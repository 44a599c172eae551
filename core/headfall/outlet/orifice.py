"""Orifices: short openings in a wall or a floor that discharge freely."""

from __future__ import annotations

from dataclasses import dataclass

import numpy as np
import numpy.typing as npt

from headfall.outlet.side_opening import rectangular_opening, round_opening

Array = npt.NDArray[np.float64]


@dataclass(frozen=True, slots=True)
class OrificeOutlet:
    """One or more alike openings that discharge freely.

    ``shape`` is ``round`` or ``rectangle``, ``facing`` is ``down`` or ``side``. A round opening has
    ``width == height ==`` its diameter [m]. ``elevation`` [m] is the centre of a side opening and the plane of a
    downward one. Coefficients refer to the opening's own area.
    """

    name: str
    shape: str
    facing: str
    width: float
    height: float
    elevation: float
    count: int
    coefficient_low: float
    coefficient_typical: float
    coefficient_high: float
    coefficient_source: str
    gravity: float

    @property
    def area(self) -> float:
        """Area of all openings together [m²]."""
        single = self.width * self.height
        return self.count * (single * np.pi / 4 if self.shape == "round" else single)

    @property
    def coefficients(self) -> tuple[float, float, float]:
        """Lowest, typical and highest discharge coefficient."""
        return self.coefficient_low, self.coefficient_typical, self.coefficient_high

    @property
    def lower_edge(self) -> float:
        """Level [m] below which nothing flows: the plane, or the lowest point of a side opening."""
        return self.edges(1.0)[0]

    @property
    def upper_edge(self) -> float:
        """Level [m] from which the opening is wholly covered."""
        return self.edges(1.0)[-1]

    def edges(self, scale: float) -> tuple[float, ...]:
        """Return the levels [m] at which the flow is not smooth, rising, with the opening's sizes times ``scale``."""
        if self.facing == "down":
            return (self.elevation,)
        half = 0.5 * self.height * scale
        return (self.elevation - half, self.elevation + half)

    @property
    def drains_to_its_edge(self) -> bool:
        """Whether the level comes down to the lower edge in finite time: only through a downward opening."""
        return self.facing == "down"

    def flow(self, level: Array, coefficient: Array | float, scale: Array | float = 1.0) -> Array:
        """Return the outflow [m³/s] at each level [m]; level, coefficient and scale broadcast.

        Downward: Q = C_d·a·√(2g·(h − plane)) (source ``torricelli_1644``). Side: the law integrated over the opening's
        height, covered or partly covered (source ``opening_integral``). Nil at and below the lower edge. Valid for
        free discharge of a liquid at high Reynolds number.
        """
        speed = np.sqrt(2 * self.gravity)
        factor = self.count * speed * np.asarray(coefficient)
        if self.facing == "down":
            head = np.maximum(np.asarray(level) - self.elevation, 0.0)
            return np.asarray(factor * (self.area / self.count) * np.square(scale) * np.sqrt(head), dtype=float)
        height = self.height * np.asarray(scale)
        depth = np.asarray(level) - (self.elevation - 0.5 * height)
        if self.shape == "round":
            return np.asarray(factor * height**2.5 * round_opening(depth / height), dtype=float)
        return np.asarray(factor * self.width * scale * rectangular_opening(depth, height), dtype=float)

    def onset(self, flow: Array, coefficient: Array | float, scale: Array | float = 1.0) -> Array:
        """Return how far above its lower edge [m] the outlet itself passes a small ``flow`` [m³/s].

        From the leading term of the flow at the edge, in the powers 1/2 (downward), 3/2 (rectangle) or 2 (round) of
        the depth. It is the width over which the outlet takes over from whatever else flows there.
        """
        unit = self.count * np.sqrt(2 * self.gravity) * np.asarray(coefficient)
        if self.facing == "down":
            depth = np.square(flow / (unit * (self.area / self.count) * np.square(scale)))
        elif self.shape == "round":
            depth = np.sqrt(flow / (unit * np.pi / 4 * np.sqrt(self.height * np.asarray(scale))))
        else:
            depth = np.cbrt(1.5 * flow / (unit * self.width * np.asarray(scale))) ** 2
        return np.asarray(depth, dtype=float)

    def head(self, level: float) -> float:
        """Return the head [m] on the plane or centre at a level [m]; never negative."""
        return max(level - self.elevation, 0.0)
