"""Orifices: short openings in a wall or a floor, discharging freely or drowned."""

from __future__ import annotations

from dataclasses import dataclass

import numpy as np

from headfall.outlet.drowned_opening import drowned_opening
from headfall.outlet.low_reynolds import HANDBOOK_FROM, UNCORRECTED_FROM, coefficient_factor
from headfall.outlet.outlet import FREE, TYPICAL, Array, Conditions, DoubtfulSpan
from headfall.outlet.side_opening import rectangular_opening, round_opening


@dataclass(frozen=True, slots=True)
class OrificeOutlet:
    """One or more alike openings.

    ``shape`` is ``round`` or ``rectangle``, ``facing`` is ``down`` or ``side``. A round opening has
    ``width == height ==`` its diameter [m]. ``elevation`` [m] is the centre of a side opening and the plane of a
    downward one. Coefficients refer to the opening's own area. ``blocked`` [-] is the part of the area that is.
    With a kinematic ``viscosity`` [m²/s] above nil a coefficient of the ``handbook`` follows the Reynolds number
    (``low_reynolds``); nil switches that off.
    """

    name: str
    shape: str
    facing: str
    width: float
    height: float
    elevation: float
    count: int
    coefficient_low: float
    coefficient_typical: float
    coefficient_high: float
    coefficient_source: str
    gravity: float
    role: str = "drain"
    blocked: float = 0.0
    viscosity: float = 0.0
    handbook: bool = False

    @property
    def is_plain(self) -> bool:
        """Whether the coefficient stays the same at every head."""
        return not (self.handbook and self.viscosity > 0)

    @property
    def size(self) -> float | None:
        """The diameter [m] of a round opening, which sizing changes; None for a rectangle."""
        return self.width if self.shape == "round" else None

    @property
    def fades_out(self) -> bool:
        """Whether the flow falls off in proportion to a small head: in creeping flow only."""
        return not self.is_plain

    @property
    def area(self) -> float:
        """Area of all openings together [m²]."""
        single = self.width * self.height
        return self.count * (single * np.pi / 4 if self.shape == "round" else single)

    @property
    def coefficients(self) -> Array:
        """Discharge coefficients; and, where they follow the Reynolds number, which end of the range each is."""
        rows = [[self.coefficient_low, self.coefficient_typical, self.coefficient_high]]
        return np.array(rows if self.is_plain else [*rows, [-1.0, 0.0, 1.0]])

    @property
    def lower_edge(self) -> float:
        """Level [m] below which nothing flows: the plane, or the lowest point of a side opening."""
        return self.elevation - (0.5 * self.height if self.facing == "side" else 0.0)

    @property
    def upper_edge(self) -> float:
        """Level [m] from which the opening is wholly covered."""
        return self.elevation + (0.5 * self.height if self.facing == "side" else 0.0)

    def edges(
        self, scale: float = 1.0, coefficients: Array | None = None, conditions: Conditions = FREE
    ) -> tuple[float, ...]:
        """Return the levels [m] at which the flow is not smooth, rising, with the opening's sizes times ``scale``."""
        half = 0.0 if self.facing == "down" else 0.5 * self.height * scale
        levels = {self.elevation - half, self.elevation + half}
        if conditions is not FREE:
            pressure, tail = float(np.max(conditions.pressure_head)), float(np.max(conditions.tailwater))
            levels |= {level - pressure for level in levels}
            if np.isfinite(tail):
                levels |= {tail, tail - pressure}
        if not self.is_plain:
            size = min(self.width, self.height) * scale
            knots = (HANDBOOK_FROM, 8e3, 1e4, 9e4, UNCORRECTED_FROM)
            levels |= {self.elevation + (re * self.viscosity / size) ** 2 / (2 * self.gravity) for re in knots}
        return tuple(sorted(levels))

    @property
    def drains_to_its_edge(self) -> bool:
        """Whether the level comes down to the lower edge in finite time: only through a downward opening."""
        return self.facing == "down"

    def flow(
        self, level: Array, coefficients: Array, scale: Array | float = 1.0, conditions: Conditions = FREE
    ) -> Array:
        """Return the outflow [m³/s] at each level [m]; level, coefficients and scale broadcast.

        Downward: Q = C_d·a·√(2g·(h − plane)) (source ``torricelli_1644``). Side: the law integrated over the opening's
        height, covered or partly covered (source ``opening_integral``). Nil at and below the lower edge of a free
        opening. Drowned: on the difference of the levels, negative where it flows back in (source
        ``drowned_opening``).
        """
        factor = (self.count * (1 - self.blocked) * np.sqrt(2 * self.gravity)) * np.asarray(coefficients[0])
        if not self.is_plain:
            factor = factor * self._reynolds_factor(level, coefficients[1], scale, conditions)
        if conditions is not FREE:
            return self._under(level, factor, scale, conditions)
        if self.facing == "down":
            head = np.maximum(np.asarray(level) - self.elevation, 0.0)
            return np.asarray(factor * (self.area / self.count) * np.square(scale) * np.sqrt(head), dtype=float)
        height = self.height * np.asarray(scale)
        depth = np.asarray(level) - (self.elevation - 0.5 * height)
        if self.shape == "round":
            return np.asarray(factor * height**2.5 * round_opening(depth / height), dtype=float)
        return np.asarray(factor * self.width * scale * rectangular_opening(depth, height), dtype=float)

    def _under(self, level: Array, factor: Array, scale: Array | float, conditions: Conditions) -> Array:
        """The flow under a pressure in the headspace or against a tailwater."""
        level, pressure, tail = np.asarray(level), np.asarray(conditions.pressure_head), conditions.tailwater
        if self.facing == "down":
            covered = level > self.elevation
            inside = np.where(covered, level, self.elevation) + pressure
            outside = np.maximum(tail, self.elevation)
            head = inside - outside
            runs = covered | ((head < 0) & (np.asarray(tail) > self.elevation))
            # Under a vacuum nothing but air would come in from a free outside.
            runs &= (head > 0) | (np.asarray(tail) > self.elevation)
            root = np.where(runs, np.sign(head) * np.sqrt(np.abs(head)), 0.0)
            return np.asarray(factor * (self.area / self.count) * np.square(scale) * root, dtype=float)
        height, width = self.height * np.asarray(scale), self.width * np.asarray(scale)
        foot = self.elevation - 0.5 * height
        integral = drowned_opening(level - foot, pressure, tail - foot, height, width, self.shape == "round")
        return np.asarray(factor * integral, dtype=float)

    def _reynolds_factor(self, level: Array, spread: Array, scale: Array | float, conditions: Conditions) -> Array:
        outside = np.maximum(conditions.tailwater, self.elevation)
        # A partly covered side opening is driven by what stands over its foot.
        least = 0.0 if self.facing == "down" else 0.25 * self.height
        head = np.maximum(np.abs(np.asarray(level) + conditions.pressure_head - outside), least)
        speed = np.sqrt(2 * self.gravity * head)
        return coefficient_factor(min(self.width, self.height) * np.asarray(scale) * speed / self.viscosity, spread)

    def onset(self, flow: Array, coefficients: Array, scale: Array | float = 1.0) -> Array:
        """Return how far above its lower edge [m] the outlet itself passes a small ``flow`` [m³/s].

        From the leading term of the flow at the edge, in the powers 1/2 (downward), 3/2 (rectangle) or 2 (round) of
        the depth. It is the width over which the outlet takes over from whatever else flows there.
        """
        open_part = max(1 - self.blocked, 1e-12)
        unit = open_part * self.count * np.sqrt(2 * self.gravity) * np.asarray(coefficients[0])
        if self.facing == "down":
            depth = np.square(flow / (unit * (self.area / self.count) * np.square(scale)))
        elif self.shape == "round":
            depth = np.sqrt(flow / (unit * np.pi / 4 * np.sqrt(self.height * np.asarray(scale))))
        else:
            depth = np.cbrt(1.5 * flow / (unit * self.width * np.asarray(scale))) ** 2
        return np.asarray(depth, dtype=float)

    def head(self, level: float, conditions: Conditions = FREE) -> float:
        """Return the head [m] on the plane or centre at a level [m]; never negative."""
        outside = max(self.elevation, float(np.max(conditions.tailwater)))
        return max(level + float(np.max(conditions.pressure_head)) - outside, 0.0)

    def discharge_coefficients(self, level: float, conditions: Conditions = FREE) -> tuple[float, float, float]:
        """Return lowest, typical and highest discharge coefficient [-] at a level [m]."""
        low, typical, high = self.coefficient_low, self.coefficient_typical, self.coefficient_high
        if self.is_plain:
            return low, typical, high
        factor = self._reynolds_factor(np.full(3, level), np.array([-1.0, 0.0, 1.0]), 1.0, conditions)
        return float(low * factor[0]), float(typical * factor[TYPICAL]), float(high * factor[2])

    def doubtful(self, coefficients: Array, conditions: Conditions = FREE) -> tuple[DoubtfulSpan, ...]:
        """Return the levels of a partly covered side opening, and those below the handbook's Reynolds numbers."""
        spans = []
        if self.facing == "side":
            half = 0.5 * self.height
            spans.append(DoubtfulSpan(self.elevation - half, self.elevation + half, "part_full"))
        if not self.is_plain:
            size = min(self.width, self.height)
            head = (HANDBOOK_FROM * self.viscosity / size) ** 2 / (2 * self.gravity)
            foot = self.elevation - (0.5 * self.height if self.facing == "side" else 0.0)
            spans.append(DoubtfulSpan(foot, self.elevation + head, "low_reynolds"))
        return tuple(spans)
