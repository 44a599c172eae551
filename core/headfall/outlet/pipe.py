"""Pipe runs that flow full: entry, friction, fittings, valve, sections in series, a free or a drowned end."""

from __future__ import annotations

from dataclasses import dataclass
from functools import cached_property

import numpy as np
import numpy.typing as npt

from headfall.outlet.friction import LAMINAR_UP_TO, TURBULENT_FROM, blended_factor, plain_share
from headfall.outlet.outlet import FREE, HIGH, LOW, TYPICAL, Array, Conditions, DoubtfulSpan
from headfall.outlet.pipe_sections import NamedLoss, PipeSection, change_of_bore
from headfall.outlet.pipe_velocity import velocity_for

Flags = npt.NDArray[np.bool_] | bool
_ENDS = ("high", "typical", "low")
"""Which end of a loss goes with the columns of the coefficients: the highest loss passes least."""


@dataclass(frozen=True)
class PipeOutlet:
    """One or more alike pipe runs that flow full wherever their inlet is covered.

    ``elevation`` and ``discharge_elevation`` [m] are the centres of inlet and discharging end, ``viscosity`` is
    kinematic [m²/s], ``blocked`` [-] the part of the inlet's area that is. The entry's loss counts in the first bore.

    Energy, source ``bernoulli_losses``: level + pressure head − (discharge or tailwater, the higher) = Σ v²/2g·(ΣK +
    K1/Re + f·L/d) + α·v²/2g at a free end (α 1 in turbulent, 2 in laminar flow) or v²/2g lost at a drowned end, never
    both. Liquid that comes back loses as much. Full bore is assumed down to the inlet's centre, where the flow leaps
    to nil if the line falls from there.
    """

    name: str
    role: str
    elevation: float
    discharge_elevation: float
    sections: tuple[PipeSection, ...]
    entry: NamedLoss
    gravity: float
    viscosity: float
    blocked: float = 0.0
    count: int = 1
    coefficient_source: str = "bernoulli_losses"

    @cached_property
    def coefficients(self) -> Array:
        """Entry loss, then loss and roughness (or fixed friction factor) of each section, then the transition."""
        rows = [[self._entry_loss(end) for end in _ENDS]]
        for section in self.sections:
            rows.append([section.loss(end) for end in _ENDS])
            fixed = section.friction_factor
            rough = section.roughness[::-1] if fixed is None else (fixed, fixed, fixed)
            rows.append(list(rough))
        rows.append([-1.0, 0.0, 1.0])
        return np.array(rows, dtype=float)

    def _entry_loss(self, end: str) -> float:
        """The entry's K; a part of the inlet that is blocked speeds the rest up and loses it again behind."""
        loss, open_part = float(getattr(self.entry, end)), 1 - self.blocked
        if open_part <= 0:
            return np.inf
        return loss / open_part**2 + (self.blocked / open_part) ** 2

    @property
    def area(self) -> float:
        """Area of the first bore [m²], of all alike runs together."""
        return self.count * self.sections[0].area

    @property
    def size(self) -> float | None:
        """The bore [m] that sizing changes: the first."""
        return self.sections[0].bore

    @property
    def bore_name(self) -> str:
        """The first bore as it was typed."""
        return self.sections[0].bore_name

    @property
    def lower_edge(self) -> float:
        """Level [m] at and below which nothing flows out: the inlet's centre, or the discharge where that is higher."""
        return max(self.elevation, self.discharge_elevation)

    @property
    def upper_edge(self) -> float:
        """Level [m] from which the inlet is wholly covered."""
        return self.elevation + 0.5 * self.sections[0].bore

    @property
    def drains_to_its_edge(self) -> bool:
        """Whether the level comes down to the lower edge in finite time: it does."""
        return True

    @property
    def has_fixed_friction(self) -> bool:
        """Whether friction and losses go with the square of the velocity alone."""
        fixed = all(s.friction_factor is not None or s.length == 0 for s in self.sections)
        return fixed and not any(s.laminar_loss for s in self.sections) and not self.entry.laminar

    @property
    def fades_out(self) -> bool:
        """Whether the last of the flow is laminar, at a head that comes to nil above the inlet."""
        return self.discharge_elevation >= self.elevation and not self.has_fixed_friction

    def head(self, level: float, conditions: Conditions = FREE) -> float:
        """Return the head [m] that drives the flow at a level [m]; never negative."""
        outside = max(self.discharge_elevation, float(np.max(conditions.tailwater)))
        return max(level + float(np.max(conditions.pressure_head)) - outside, 0.0)

    def flow(
        self, level: Array, coefficients: Array, scale: Array | float = 1.0, conditions: Conditions = FREE
    ) -> Array:
        """Return the outflow [m³/s] at each level [m]; negative where a drowned end lets liquid back in."""
        level = np.asarray(level)
        if conditions is FREE:
            head = np.where(level > self.elevation, level - self.discharge_elevation, 0.0)
            drowned: Flags = False
            reverse: Flags = False
        else:
            outside = np.maximum(conditions.tailwater, self.discharge_elevation)
            covered = level > self.elevation
            inside = np.where(covered, level, self.elevation) + conditions.pressure_head
            drowned = np.asarray(conditions.tailwater) > self.discharge_elevation
            head = inside - outside
            reverse = (head < 0) & drowned
            head = np.where(reverse, -head, np.where(covered, head, 0.0))
        head = np.maximum(head, 0.0)
        speed = self.velocity(head, coefficients, scale, drowned)
        found = self.area * np.square(scale) * speed
        return np.asarray(np.where(reverse, -found, found) if reverse is not False else found, dtype=float)

    def velocity(self, head: Array, coefficients: Array, scale: Array | float = 1.0, drowned: Flags = False) -> Array:
        """Return the velocity in the first bore [m/s] at each head [m]; nil where a loss has no end."""
        shut = ~np.isfinite(coefficients[0] + sum(coefficients[1 + 2 * i] for i in range(len(self.sections))))
        if np.any(shut):
            coefficients = np.where(np.isfinite(coefficients), coefficients, 0.0)
        start, bend = self._rough_terms(coefficients, scale)
        speed = velocity_for(
            lambda v: self.head_loss(v, coefficients, scale, drowned), head, start, bend, self.gravity,
            exact=self.has_fixed_friction,
        )  # fmt: skip
        return np.where(shut, 0.0, speed) if np.any(shut) else speed

    def _rough_terms(self, coefficients: Array, scale: Array | float) -> tuple[Array, Array]:
        """The losses on the first bore's velocity as a constant K, and as a part that goes with 1/v: a first guess."""
        first = self.sections[0].bore
        constant = np.asarray(coefficients[0], dtype=float)
        inverse = np.zeros(()) + self.entry.laminar * self.viscosity / (first * np.asarray(scale))
        for index, section in enumerate(self.sections):
            ratio = (first / section.bore) ** 2
            bore = section.bore * np.asarray(scale)
            friction = section.friction_factor if section.friction_factor is not None else 0.02
            constant = constant + ratio**2 * (coefficients[1 + 2 * index] + friction * section.length / bore)
            per = 64 * section.length / bore if section.friction_factor is None else 0.0
            inverse = inverse + ratio * (per + section.laminar_loss) * self.viscosity / bore
            if index + 1 < len(self.sections):
                loss, on_next = change_of_bore(section.bore, self.sections[index + 1].bore)
                smaller = self.sections[index + 1].bore if on_next else section.bore
                constant = constant + loss * (first / smaller) ** 4
        return constant + (first / self.sections[-1].bore) ** 4, inverse

    def head_loss(
        self, velocity: Array, coefficients: Array, scale: Array | float = 1.0, drowned: Flags = False
    ) -> Array:
        """Return the head [m] that a velocity in the first bore [m/s] takes, kinetic term or exit loss included."""
        first = self.sections[0].bore
        transition = coefficients[-1]
        total: Array | float = 0.0
        for index, section in enumerate(self.sections):
            ratio = (first / section.bore) ** 2
            own, bore = velocity * ratio, section.bore * np.asarray(scale)
            share: Array | float = 1.0
            reynolds = own
            if not self.has_fixed_friction:
                reynolds = own * (bore / self.viscosity)
                share = plain_share(reynolds, transition)
            factor = self._factor(section, reynolds, coefficients[2 + 2 * index], bore, share)
            losses = coefficients[1 + 2 * index] + factor * section.length / bore
            laminar = section.laminar_loss
            if index == 0:
                losses, laminar = losses + coefficients[0], laminar + self.entry.laminar
            if laminar:
                losses = losses + laminar / np.asarray(reynolds)
            total = total + losses * own * own
            if index + 1 < len(self.sections):
                loss, on_next = change_of_bore(section.bore, self.sections[index + 1].bore)
                speed = velocity * (first / self.sections[index + 1].bore) ** 2 if on_next else own
                total = total + loss * speed * speed
        # A free end keeps the kinetic energy, twice as much in laminar flow; a drowned one loses the velocity head.
        # The kinetic term turns over the whole window whatever the bound: sooner, it would fall as the flow rises.
        free = 1.0 if self.has_fixed_friction or drowned is True else 2.0 - plain_share(reynolds, 0.0)
        kinetic = free if isinstance(drowned, bool) else np.where(drowned, 1.0, free)
        return np.asarray((total + kinetic * own * own) / (2 * self.gravity))

    @staticmethod
    def _factor(
        section: PipeSection, reynolds: Array, given: Array, bore: Array, share: Array | float
    ) -> Array | float:
        if section.length == 0:
            return 0.0
        return given if section.friction_factor is not None else blended_factor(reynolds, given / bore, share)

    def edges(
        self, scale: float = 1.0, coefficients: Array | None = None, conditions: Conditions = FREE
    ) -> tuple[float, ...]:
        """Return the inlet, the level of nil head and those at which a section turns laminar or turbulent [m]."""
        used = self.coefficients[:, TYPICAL] if coefficients is None else coefficients
        tail, pressure = float(np.max(conditions.tailwater)), float(np.max(conditions.pressure_head))
        nil = max(self.discharge_elevation, tail) - pressure
        levels = {self.elevation, nil}
        if np.isfinite(used).all() and not self.has_fixed_friction and self.viscosity > 0:
            speeds = np.array(self._speeds_at((LAMINAR_UP_TO, TURBULENT_FROM, *self._window(float(used[-1]))), scale))
            drowned = bool(tail > self.discharge_elevation)
            heads = self.head_loss(speeds, used[:, None], scale, drowned)
            levels |= {nil + float(head) for head in heads}
        return tuple(sorted(levels))

    @staticmethod
    def _window(transition: float) -> tuple[float, ...]:
        low = LAMINAR_UP_TO + max(transition, 0.0) * 1700.0
        high = TURBULENT_FROM + min(transition, 0.0) * 1700.0
        return low, high

    def _speeds_at(self, reynolds: tuple[float, ...], scale: float) -> list[float]:
        """The velocities in the first bore [m/s] at which a section has each Reynolds number."""
        first = self.sections[0].bore
        return [
            number * self.viscosity / (section.bore * scale) * (section.bore / first) ** 2
            for section in self.sections
            for number in sorted(set(reynolds))
        ]

    def onset(self, flow: Array, coefficients: Array, scale: Array | float = 1.0) -> Array:
        """Return how far above its nil head [m] the run itself passes a small ``flow`` [m³/s]."""
        speed = np.maximum(np.asarray(flow) / (self.area * np.square(scale)), 1e-300)
        return self.head_loss(speed, np.where(np.isfinite(coefficients), coefficients, 1e9), scale)

    def full_bore_flow_at_inlet(self, coefficients: Array, conditions: Conditions = FREE) -> Array:
        """Return the outflow [m³/s] with the inlet just covered."""
        return self.flow(np.array(np.nextafter(self.lower_edge, np.inf)), coefficients, 1.0, conditions)

    def discharge_coefficients(self, level: float, conditions: Conditions = FREE) -> tuple[float, float, float]:
        """Return lowest, typical and highest C = Q/(a·√(2gH)) on the whole head, 1/√(α + ΣK + f·L/d)."""
        head = self.head(level, conditions)
        rows = self.coefficients
        drowned = bool(float(np.max(conditions.tailwater)) > self.discharge_elevation)
        speeds = self.velocity(np.full(3, max(head, 1e-6)), rows, 1.0, drowned)
        low, typical, high = (float(v) for v in speeds / np.sqrt(2 * self.gravity * max(head, 1e-6)))
        return low, typical, high

    def doubtful(self, coefficients: Array, conditions: Conditions = FREE) -> tuple[DoubtfulSpan, ...]:
        """Return the levels with a flow neither laminar nor turbulent, and those with the inlet part covered."""
        spans = (
            [DoubtfulSpan(self.lower_edge, self.upper_edge, "part_full")] if self.upper_edge > self.lower_edge else []
        )
        if self.has_fixed_friction or self.viscosity <= 0 or not np.isfinite(coefficients).all():
            return tuple(spans)
        tail, pressure = float(np.max(conditions.tailwater)), float(np.max(conditions.pressure_head))
        nil = max(self.discharge_elevation, tail) - pressure
        speeds = np.array(self._speeds_at((LAMINAR_UP_TO, TURBULENT_FROM), 1.0))
        heads = self.head_loss(speeds, coefficients[:, None], 1.0, bool(tail > self.discharge_elevation))
        for low, high in heads.reshape(-1, 2):
            if nil + high > self.lower_edge:
                spans.append(DoubtfulSpan(max(nil + float(low), self.lower_edge), nil + float(high), "transition"))
        return tuple(spans)


__all__ = ["HIGH", "LOW", "NamedLoss", "PipeOutlet", "PipeSection"]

WHAT TO PRODUCE:
The response should be the listing above, limited to the lines between the one holding "def _entry_loss(self, end: str)" and the one holding "fixed = all(s.friction_factor", inclusive, reproduced exactly.

FINISHED EXERCISE:
    def _entry_loss(self, end: str) -> float:
        """The entry's K; a part of the inlet that is blocked speeds the rest up and loses it again behind."""
        loss, open_part = float(getattr(self.entry, end)), 1 - self.blocked
        if open_part <= 0:
            return np.inf
        return loss / open_part**2 + (self.blocked / open_part) ** 2

    @property
    def area(self) -> float:
        """Area of the first bore [m²], of all alike runs together."""
        return self.count * self.sections[0].area

    @property
    def size(self) -> float | None:
        """The bore [m] that sizing changes: the first."""
        return self.sections[0].bore

    @property
    def bore_name(self) -> str:
        """The first bore as it was typed."""
        return self.sections[0].bore_name

    @property
    def lower_edge(self) -> float:
        """Level [m] at and below which nothing flows out: the inlet's centre, or the discharge where that is higher."""
        return max(self.elevation, self.discharge_elevation)

    @property
    def upper_edge(self) -> float:
        """Level [m] from which the inlet is wholly covered."""
        return self.elevation + 0.5 * self.sections[0].bore

    @property
    def drains_to_its_edge(self) -> bool:
        """Whether the level comes down to the lower edge in finite time: it does."""
        return True

    @property
    def has_fixed_friction(self) -> bool:
        """Whether friction and losses go with the square of the velocity alone."""
        fixed = all(s.friction_factor is not None or s.length == 0 for s in self.sections)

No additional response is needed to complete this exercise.